Curing and Subsurface Damage Monitoring of Epoxy and Epoxy-based Composites

  • Author(s): Fan, Gaochen
  • Advisor(s): Loh, Kenneth J
  • et al.

Due to their extraordinary material properties, epoxy has been widely used in various industries. Moreover, nanomaterials are infused into epoxy to enhance their mechanical performance and for encoding different functionalities, such as for fiber reinforced polymer (FRP) composites. However, additives in the epoxy matrix can affect curing and the mechanical properties of FRP structures. Therefore, the main objective of this thesis was to investigate the use of electrical capacitance tomography (ECT) for monitoring curing and subsurface damage in pristine epoxy and nanocomposite epoxy. In short, ECT uses a set of noncontact electrodes and interrogates a sensing area using different patterns of electric field excitations.
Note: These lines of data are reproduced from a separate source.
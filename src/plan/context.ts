/**
 * Everything the planner's stages share about one chip, built once: the resolved transmons, their
 * tabulated spectra (src/plan/qubit-table.ts; from the reduced spectrum on large chips: ./reduced-levels.ts), neighbour lists by index, next-nearest pairs with
 * their shared neighbours, each coupling's charge coupling G, each qubit's parking domain
 * (window intersected with the planning range) and fixed `park` values, and the exact coupled
 * pairs (CoupledPair, built on first use). Indices follow the layout's qubit order.
 */
import type { ChipLayout, QubitLayout, Rules } from '../layout/types.js';
import { buildChipGraph, type ChipGraph } from '../chip/graph.js';
import { nextNearestPairs } from '../chip/neighbourhood.js';
import { Transmon } from '../transmon/transmon.js';
import { chargeCouplingFromExchange } from '../pair/coupling.js';
import { CoupledPair, type BasisSlot } from '../pair/pair.js';
import { QubitTable, type QubitTableOptions, type SpectrumTable } from './qubit-table.js';
import { reducedQubitTable } from './reduced-levels.js';
import { sharedReducedSpectrum } from '../transmon/reduced-spectrum.js';
import type { Interval } from './intervals.js';

export interface PlanEdge {
  index: number;
  /** Qubit indices in the layout's order of the coupling. */
  a: number;
  b: number;
  /** `A-B` as written in the layout. */
  key: string;
  /** Layout g (both qubits at maximum frequency). */
  gGHz: number;
  /** Charge coupling G of G n_A n_B. */
  gChargeGHz: number;
}

export interface NextNearest {
  a: number;
  b: number;
  /** Shared neighbours (indices). */
  via: number[];
}

export interface PlanContext {
  layout: ChipLayout;
  graph: ChipGraph;
  rules: Rules;
  n: number;
  ids: string[];
  qubits: QubitLayout[];
  index: Map<string, number>;
  transmons: Transmon[];
  tables: SpectrumTable[];
  /** Neighbours of each qubit (indices, ascending). */
  neighbours: number[][];
  edges: PlanEdge[];
  /** Edge indices touching each qubit. */
  edgesOf: number[][];
  /** Per qubit, the edge to each of its neighbours (aligned with neighbours[i]). */
  neighbourEdges: Int32Array[];
  nextNearest: NextNearest[];
  /** Next-nearest pair indices of each qubit. */
  nextNearestOf: number[][];
  /** Window intersected with the planning range; null when they do not overlap. */
  domains: (Interval | null)[];
  /** Planning range [fLow, fMax] of each qubit (src/plan/qubit-table.ts). */
  ranges: Interval[];
  /** Fixed parking frequency (`park:`), when given. */
  fixed: (number | undefined)[];
  /** Edge index between two qubits, or -1. */
  edgeBetween(i: number, j: number): number;
  /** The exact coupled pair of an edge (A = the edge's `a`), built on first use. */
  pair(edge: number): CoupledPair;
}

/** Chips of at least this many qubits fill their QubitTables from the reduced spectrum (./reduced-levels.ts). */
export const REDUCED_TABLES_FROM = 128;

export interface ContextOptions {
  table?: Partial<QubitTableOptions>;
  /** Called once per qubit while the spectra are tabulated (progress bars). */
  onQubit?: () => void;
  /** The transmons, when the caller has them already (default: resolved from the layout). */
  transmons?: Transmon[];
  /** Another spectrum table per qubit (default: a QubitTable, from the reduced spectrum from REDUCED_TABLES_FROM qubits on). */
  tableFor?: (transmon: Transmon, index: number) => SpectrumTable;
}

export function buildPlanContext(layout: ChipLayout, options: ContextOptions = {}, graph: ChipGraph = buildChipGraph(layout)): PlanContext {
  const n = layout.qubits.length;
  const ids = layout.qubits.map((q) => q.id);
  const index = new Map(ids.map((id, i) => [id, i]));
  const transmons = options.transmons ?? layout.qubits.map((q) => Transmon.fromLayout(q, { coherence: { averagingTimeNs: layout.rules.noiseAveragingTimeNs } }));
  // Large chips read their tables' grid values from the reduced spectrum (built once, ~40 ms);
  // small ones solve their 32 points per qubit directly (cheaper than building that table).
  const reduced = n >= REDUCED_TABLES_FROM ? sharedReducedSpectrum() : null;
  const tables = transmons.map((t, i) => {
    const table = options.tableFor ? options.tableFor(t, i) : reduced ? reducedQubitTable(t, reduced, options.table) : new QubitTable(t, options.table);
    options.onQubit?.();
    return table;
  });
  const neighbours: number[][] = Array.from({ length: n }, () => []);
  const edgesOf: number[][] = Array.from({ length: n }, () => []);
  const edgeMap = new Map<number, number>();
  const n01Top = new Float64Array(n).fill(NaN);
  const n01AtTop = (i: number): number => (Number.isNaN(n01Top[i]) ? (n01Top[i] = transmons[i].chargeElement01(0)) : n01Top[i]);
  const edges: PlanEdge[] = layout.couplings.map((c, k) => {
    const a = index.get(c.a)!;
    const b = index.get(c.b)!;
    neighbours[a].push(b);
    neighbours[b].push(a);
    edgesOf[a].push(k);
    edgesOf[b].push(k);
    edgeMap.set(a * n + b, k);
    edgeMap.set(b * n + a, k);
    // (chargeCouplingForPair's arithmetic, with each transmon's |<0|n|1>| at Phi = 0 found once)
    return { index: k, a, b, key: `${c.a}-${c.b}`, gGHz: c.gGHz, gChargeGHz: chargeCouplingFromExchange(c.gGHz, n01AtTop(a), n01AtTop(b)) };
  });
  for (const list of neighbours) list.sort((x, y) => x - y);
  // (edgeBetween scans these few entries instead of hashing: it is asked millions of times on a
  // large chip, by the layer conflicts and the gate evaluations)
  const neighbourEdges = neighbours.map((ns, i) => Int32Array.from(ns, (j) => edgeMap.get(i * n + j)!));
  const nextNearest: NextNearest[] = nextNearestPairs(graph).map((p) => ({
    a: index.get(p.a)!,
    b: index.get(p.b)!,
    via: p.via.map((v) => index.get(v)!),
  }));
  const nextNearestOf: number[][] = Array.from({ length: n }, () => []);
  nextNearest.forEach((p, k) => {
    nextNearestOf[p.a].push(k);
    nextNearestOf[p.b].push(k);
  });
  const ranges = tables.map((t, i) => ({ lo: t.fLowGHz, hi: Math.min(t.fMaxGHz, transmons[i].fMaxGHz) }));
  const domains = layout.qubits.map((q, i) => {
    const r = ranges[i];
    const lo = Math.max(r.lo, q.windowGHz ? q.windowGHz[0] : -Infinity);
    const hi = Math.min(r.hi, q.windowGHz ? q.windowGHz[1] : Infinity);
    return lo <= hi ? { lo, hi } : null;
  });
  const fixed = layout.qubits.map((q) => q.parkGHz);
  const pairs = new Map<number, CoupledPair>();
  // (each qubit's last eigenbasis, shared by its pairs: the parking calibration asks every pair
  // of a qubit at the same flux)
  const basisSlots: BasisSlot[] = transmons.map(() => ({}));
  return {
    layout,
    graph,
    rules: layout.rules,
    n,
    ids,
    qubits: layout.qubits,
    index,
    transmons,
    tables,
    neighbours,
    edges,
    edgesOf,
    neighbourEdges,
    nextNearest,
    nextNearestOf,
    domains,
    ranges,
    fixed,
    edgeBetween: (i, j) => {
      const ns = neighbours[i];
      if (ns === undefined) return -1;
      const es = neighbourEdges[i];
      for (let k = 0; k < ns.length; k++) if (ns[k] === j) return es[k];
      return -1;
    },
    pair(edge: number): CoupledPair {
      let p = pairs.get(edge);
      if (!p) {
        const e = edges[edge];
        p = new CoupledPair(transmons[e.a], transmons[e.b], e.gGHz, { gChargeGHz: e.gChargeGHz, slotA: basisSlots[e.a], slotB: basisSlots[e.b] });
        pairs.set(edge, p);
      }
      return p;
    },
  };
}

/** The other end of an edge. */
export function otherEnd(edge: PlanEdge, i: number): number {
  return edge.a === i ? edge.b : edge.a;
}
Boundary capacitance measurements obtained simultaneously are used as inputs for solving the ECT inverse problem to reconstruct the electrical permittivity distribution of the sensing area. The hypothesis was that curing and damage of epoxy would result in permittivity changes that could be detected and localized by ECT. The thesis first starts with a detailed description of the ECT theory and system. Second, to test the hypothesis, pristine epoxy was subjected to ECT for monitoring curing, which was then validated using ultrasonic wave tests. Then, ECT was used to monitor the curing of carbon nanotube-based epoxies whose electrical properties are sensitive to strain. Both pristine and nanocomposite epoxy results confirmed the hypothesis that permittivity decreased with increasing curing time, and ECT can be used as a noncontact and noninvasive curing monitoring tool. Last, epoxy specimens with different geometries were drilled with holes to simulate damage. The results indicated that ECT was not only able to reconstruct the shape of the specimens but was also able to identify the location and severity of damage.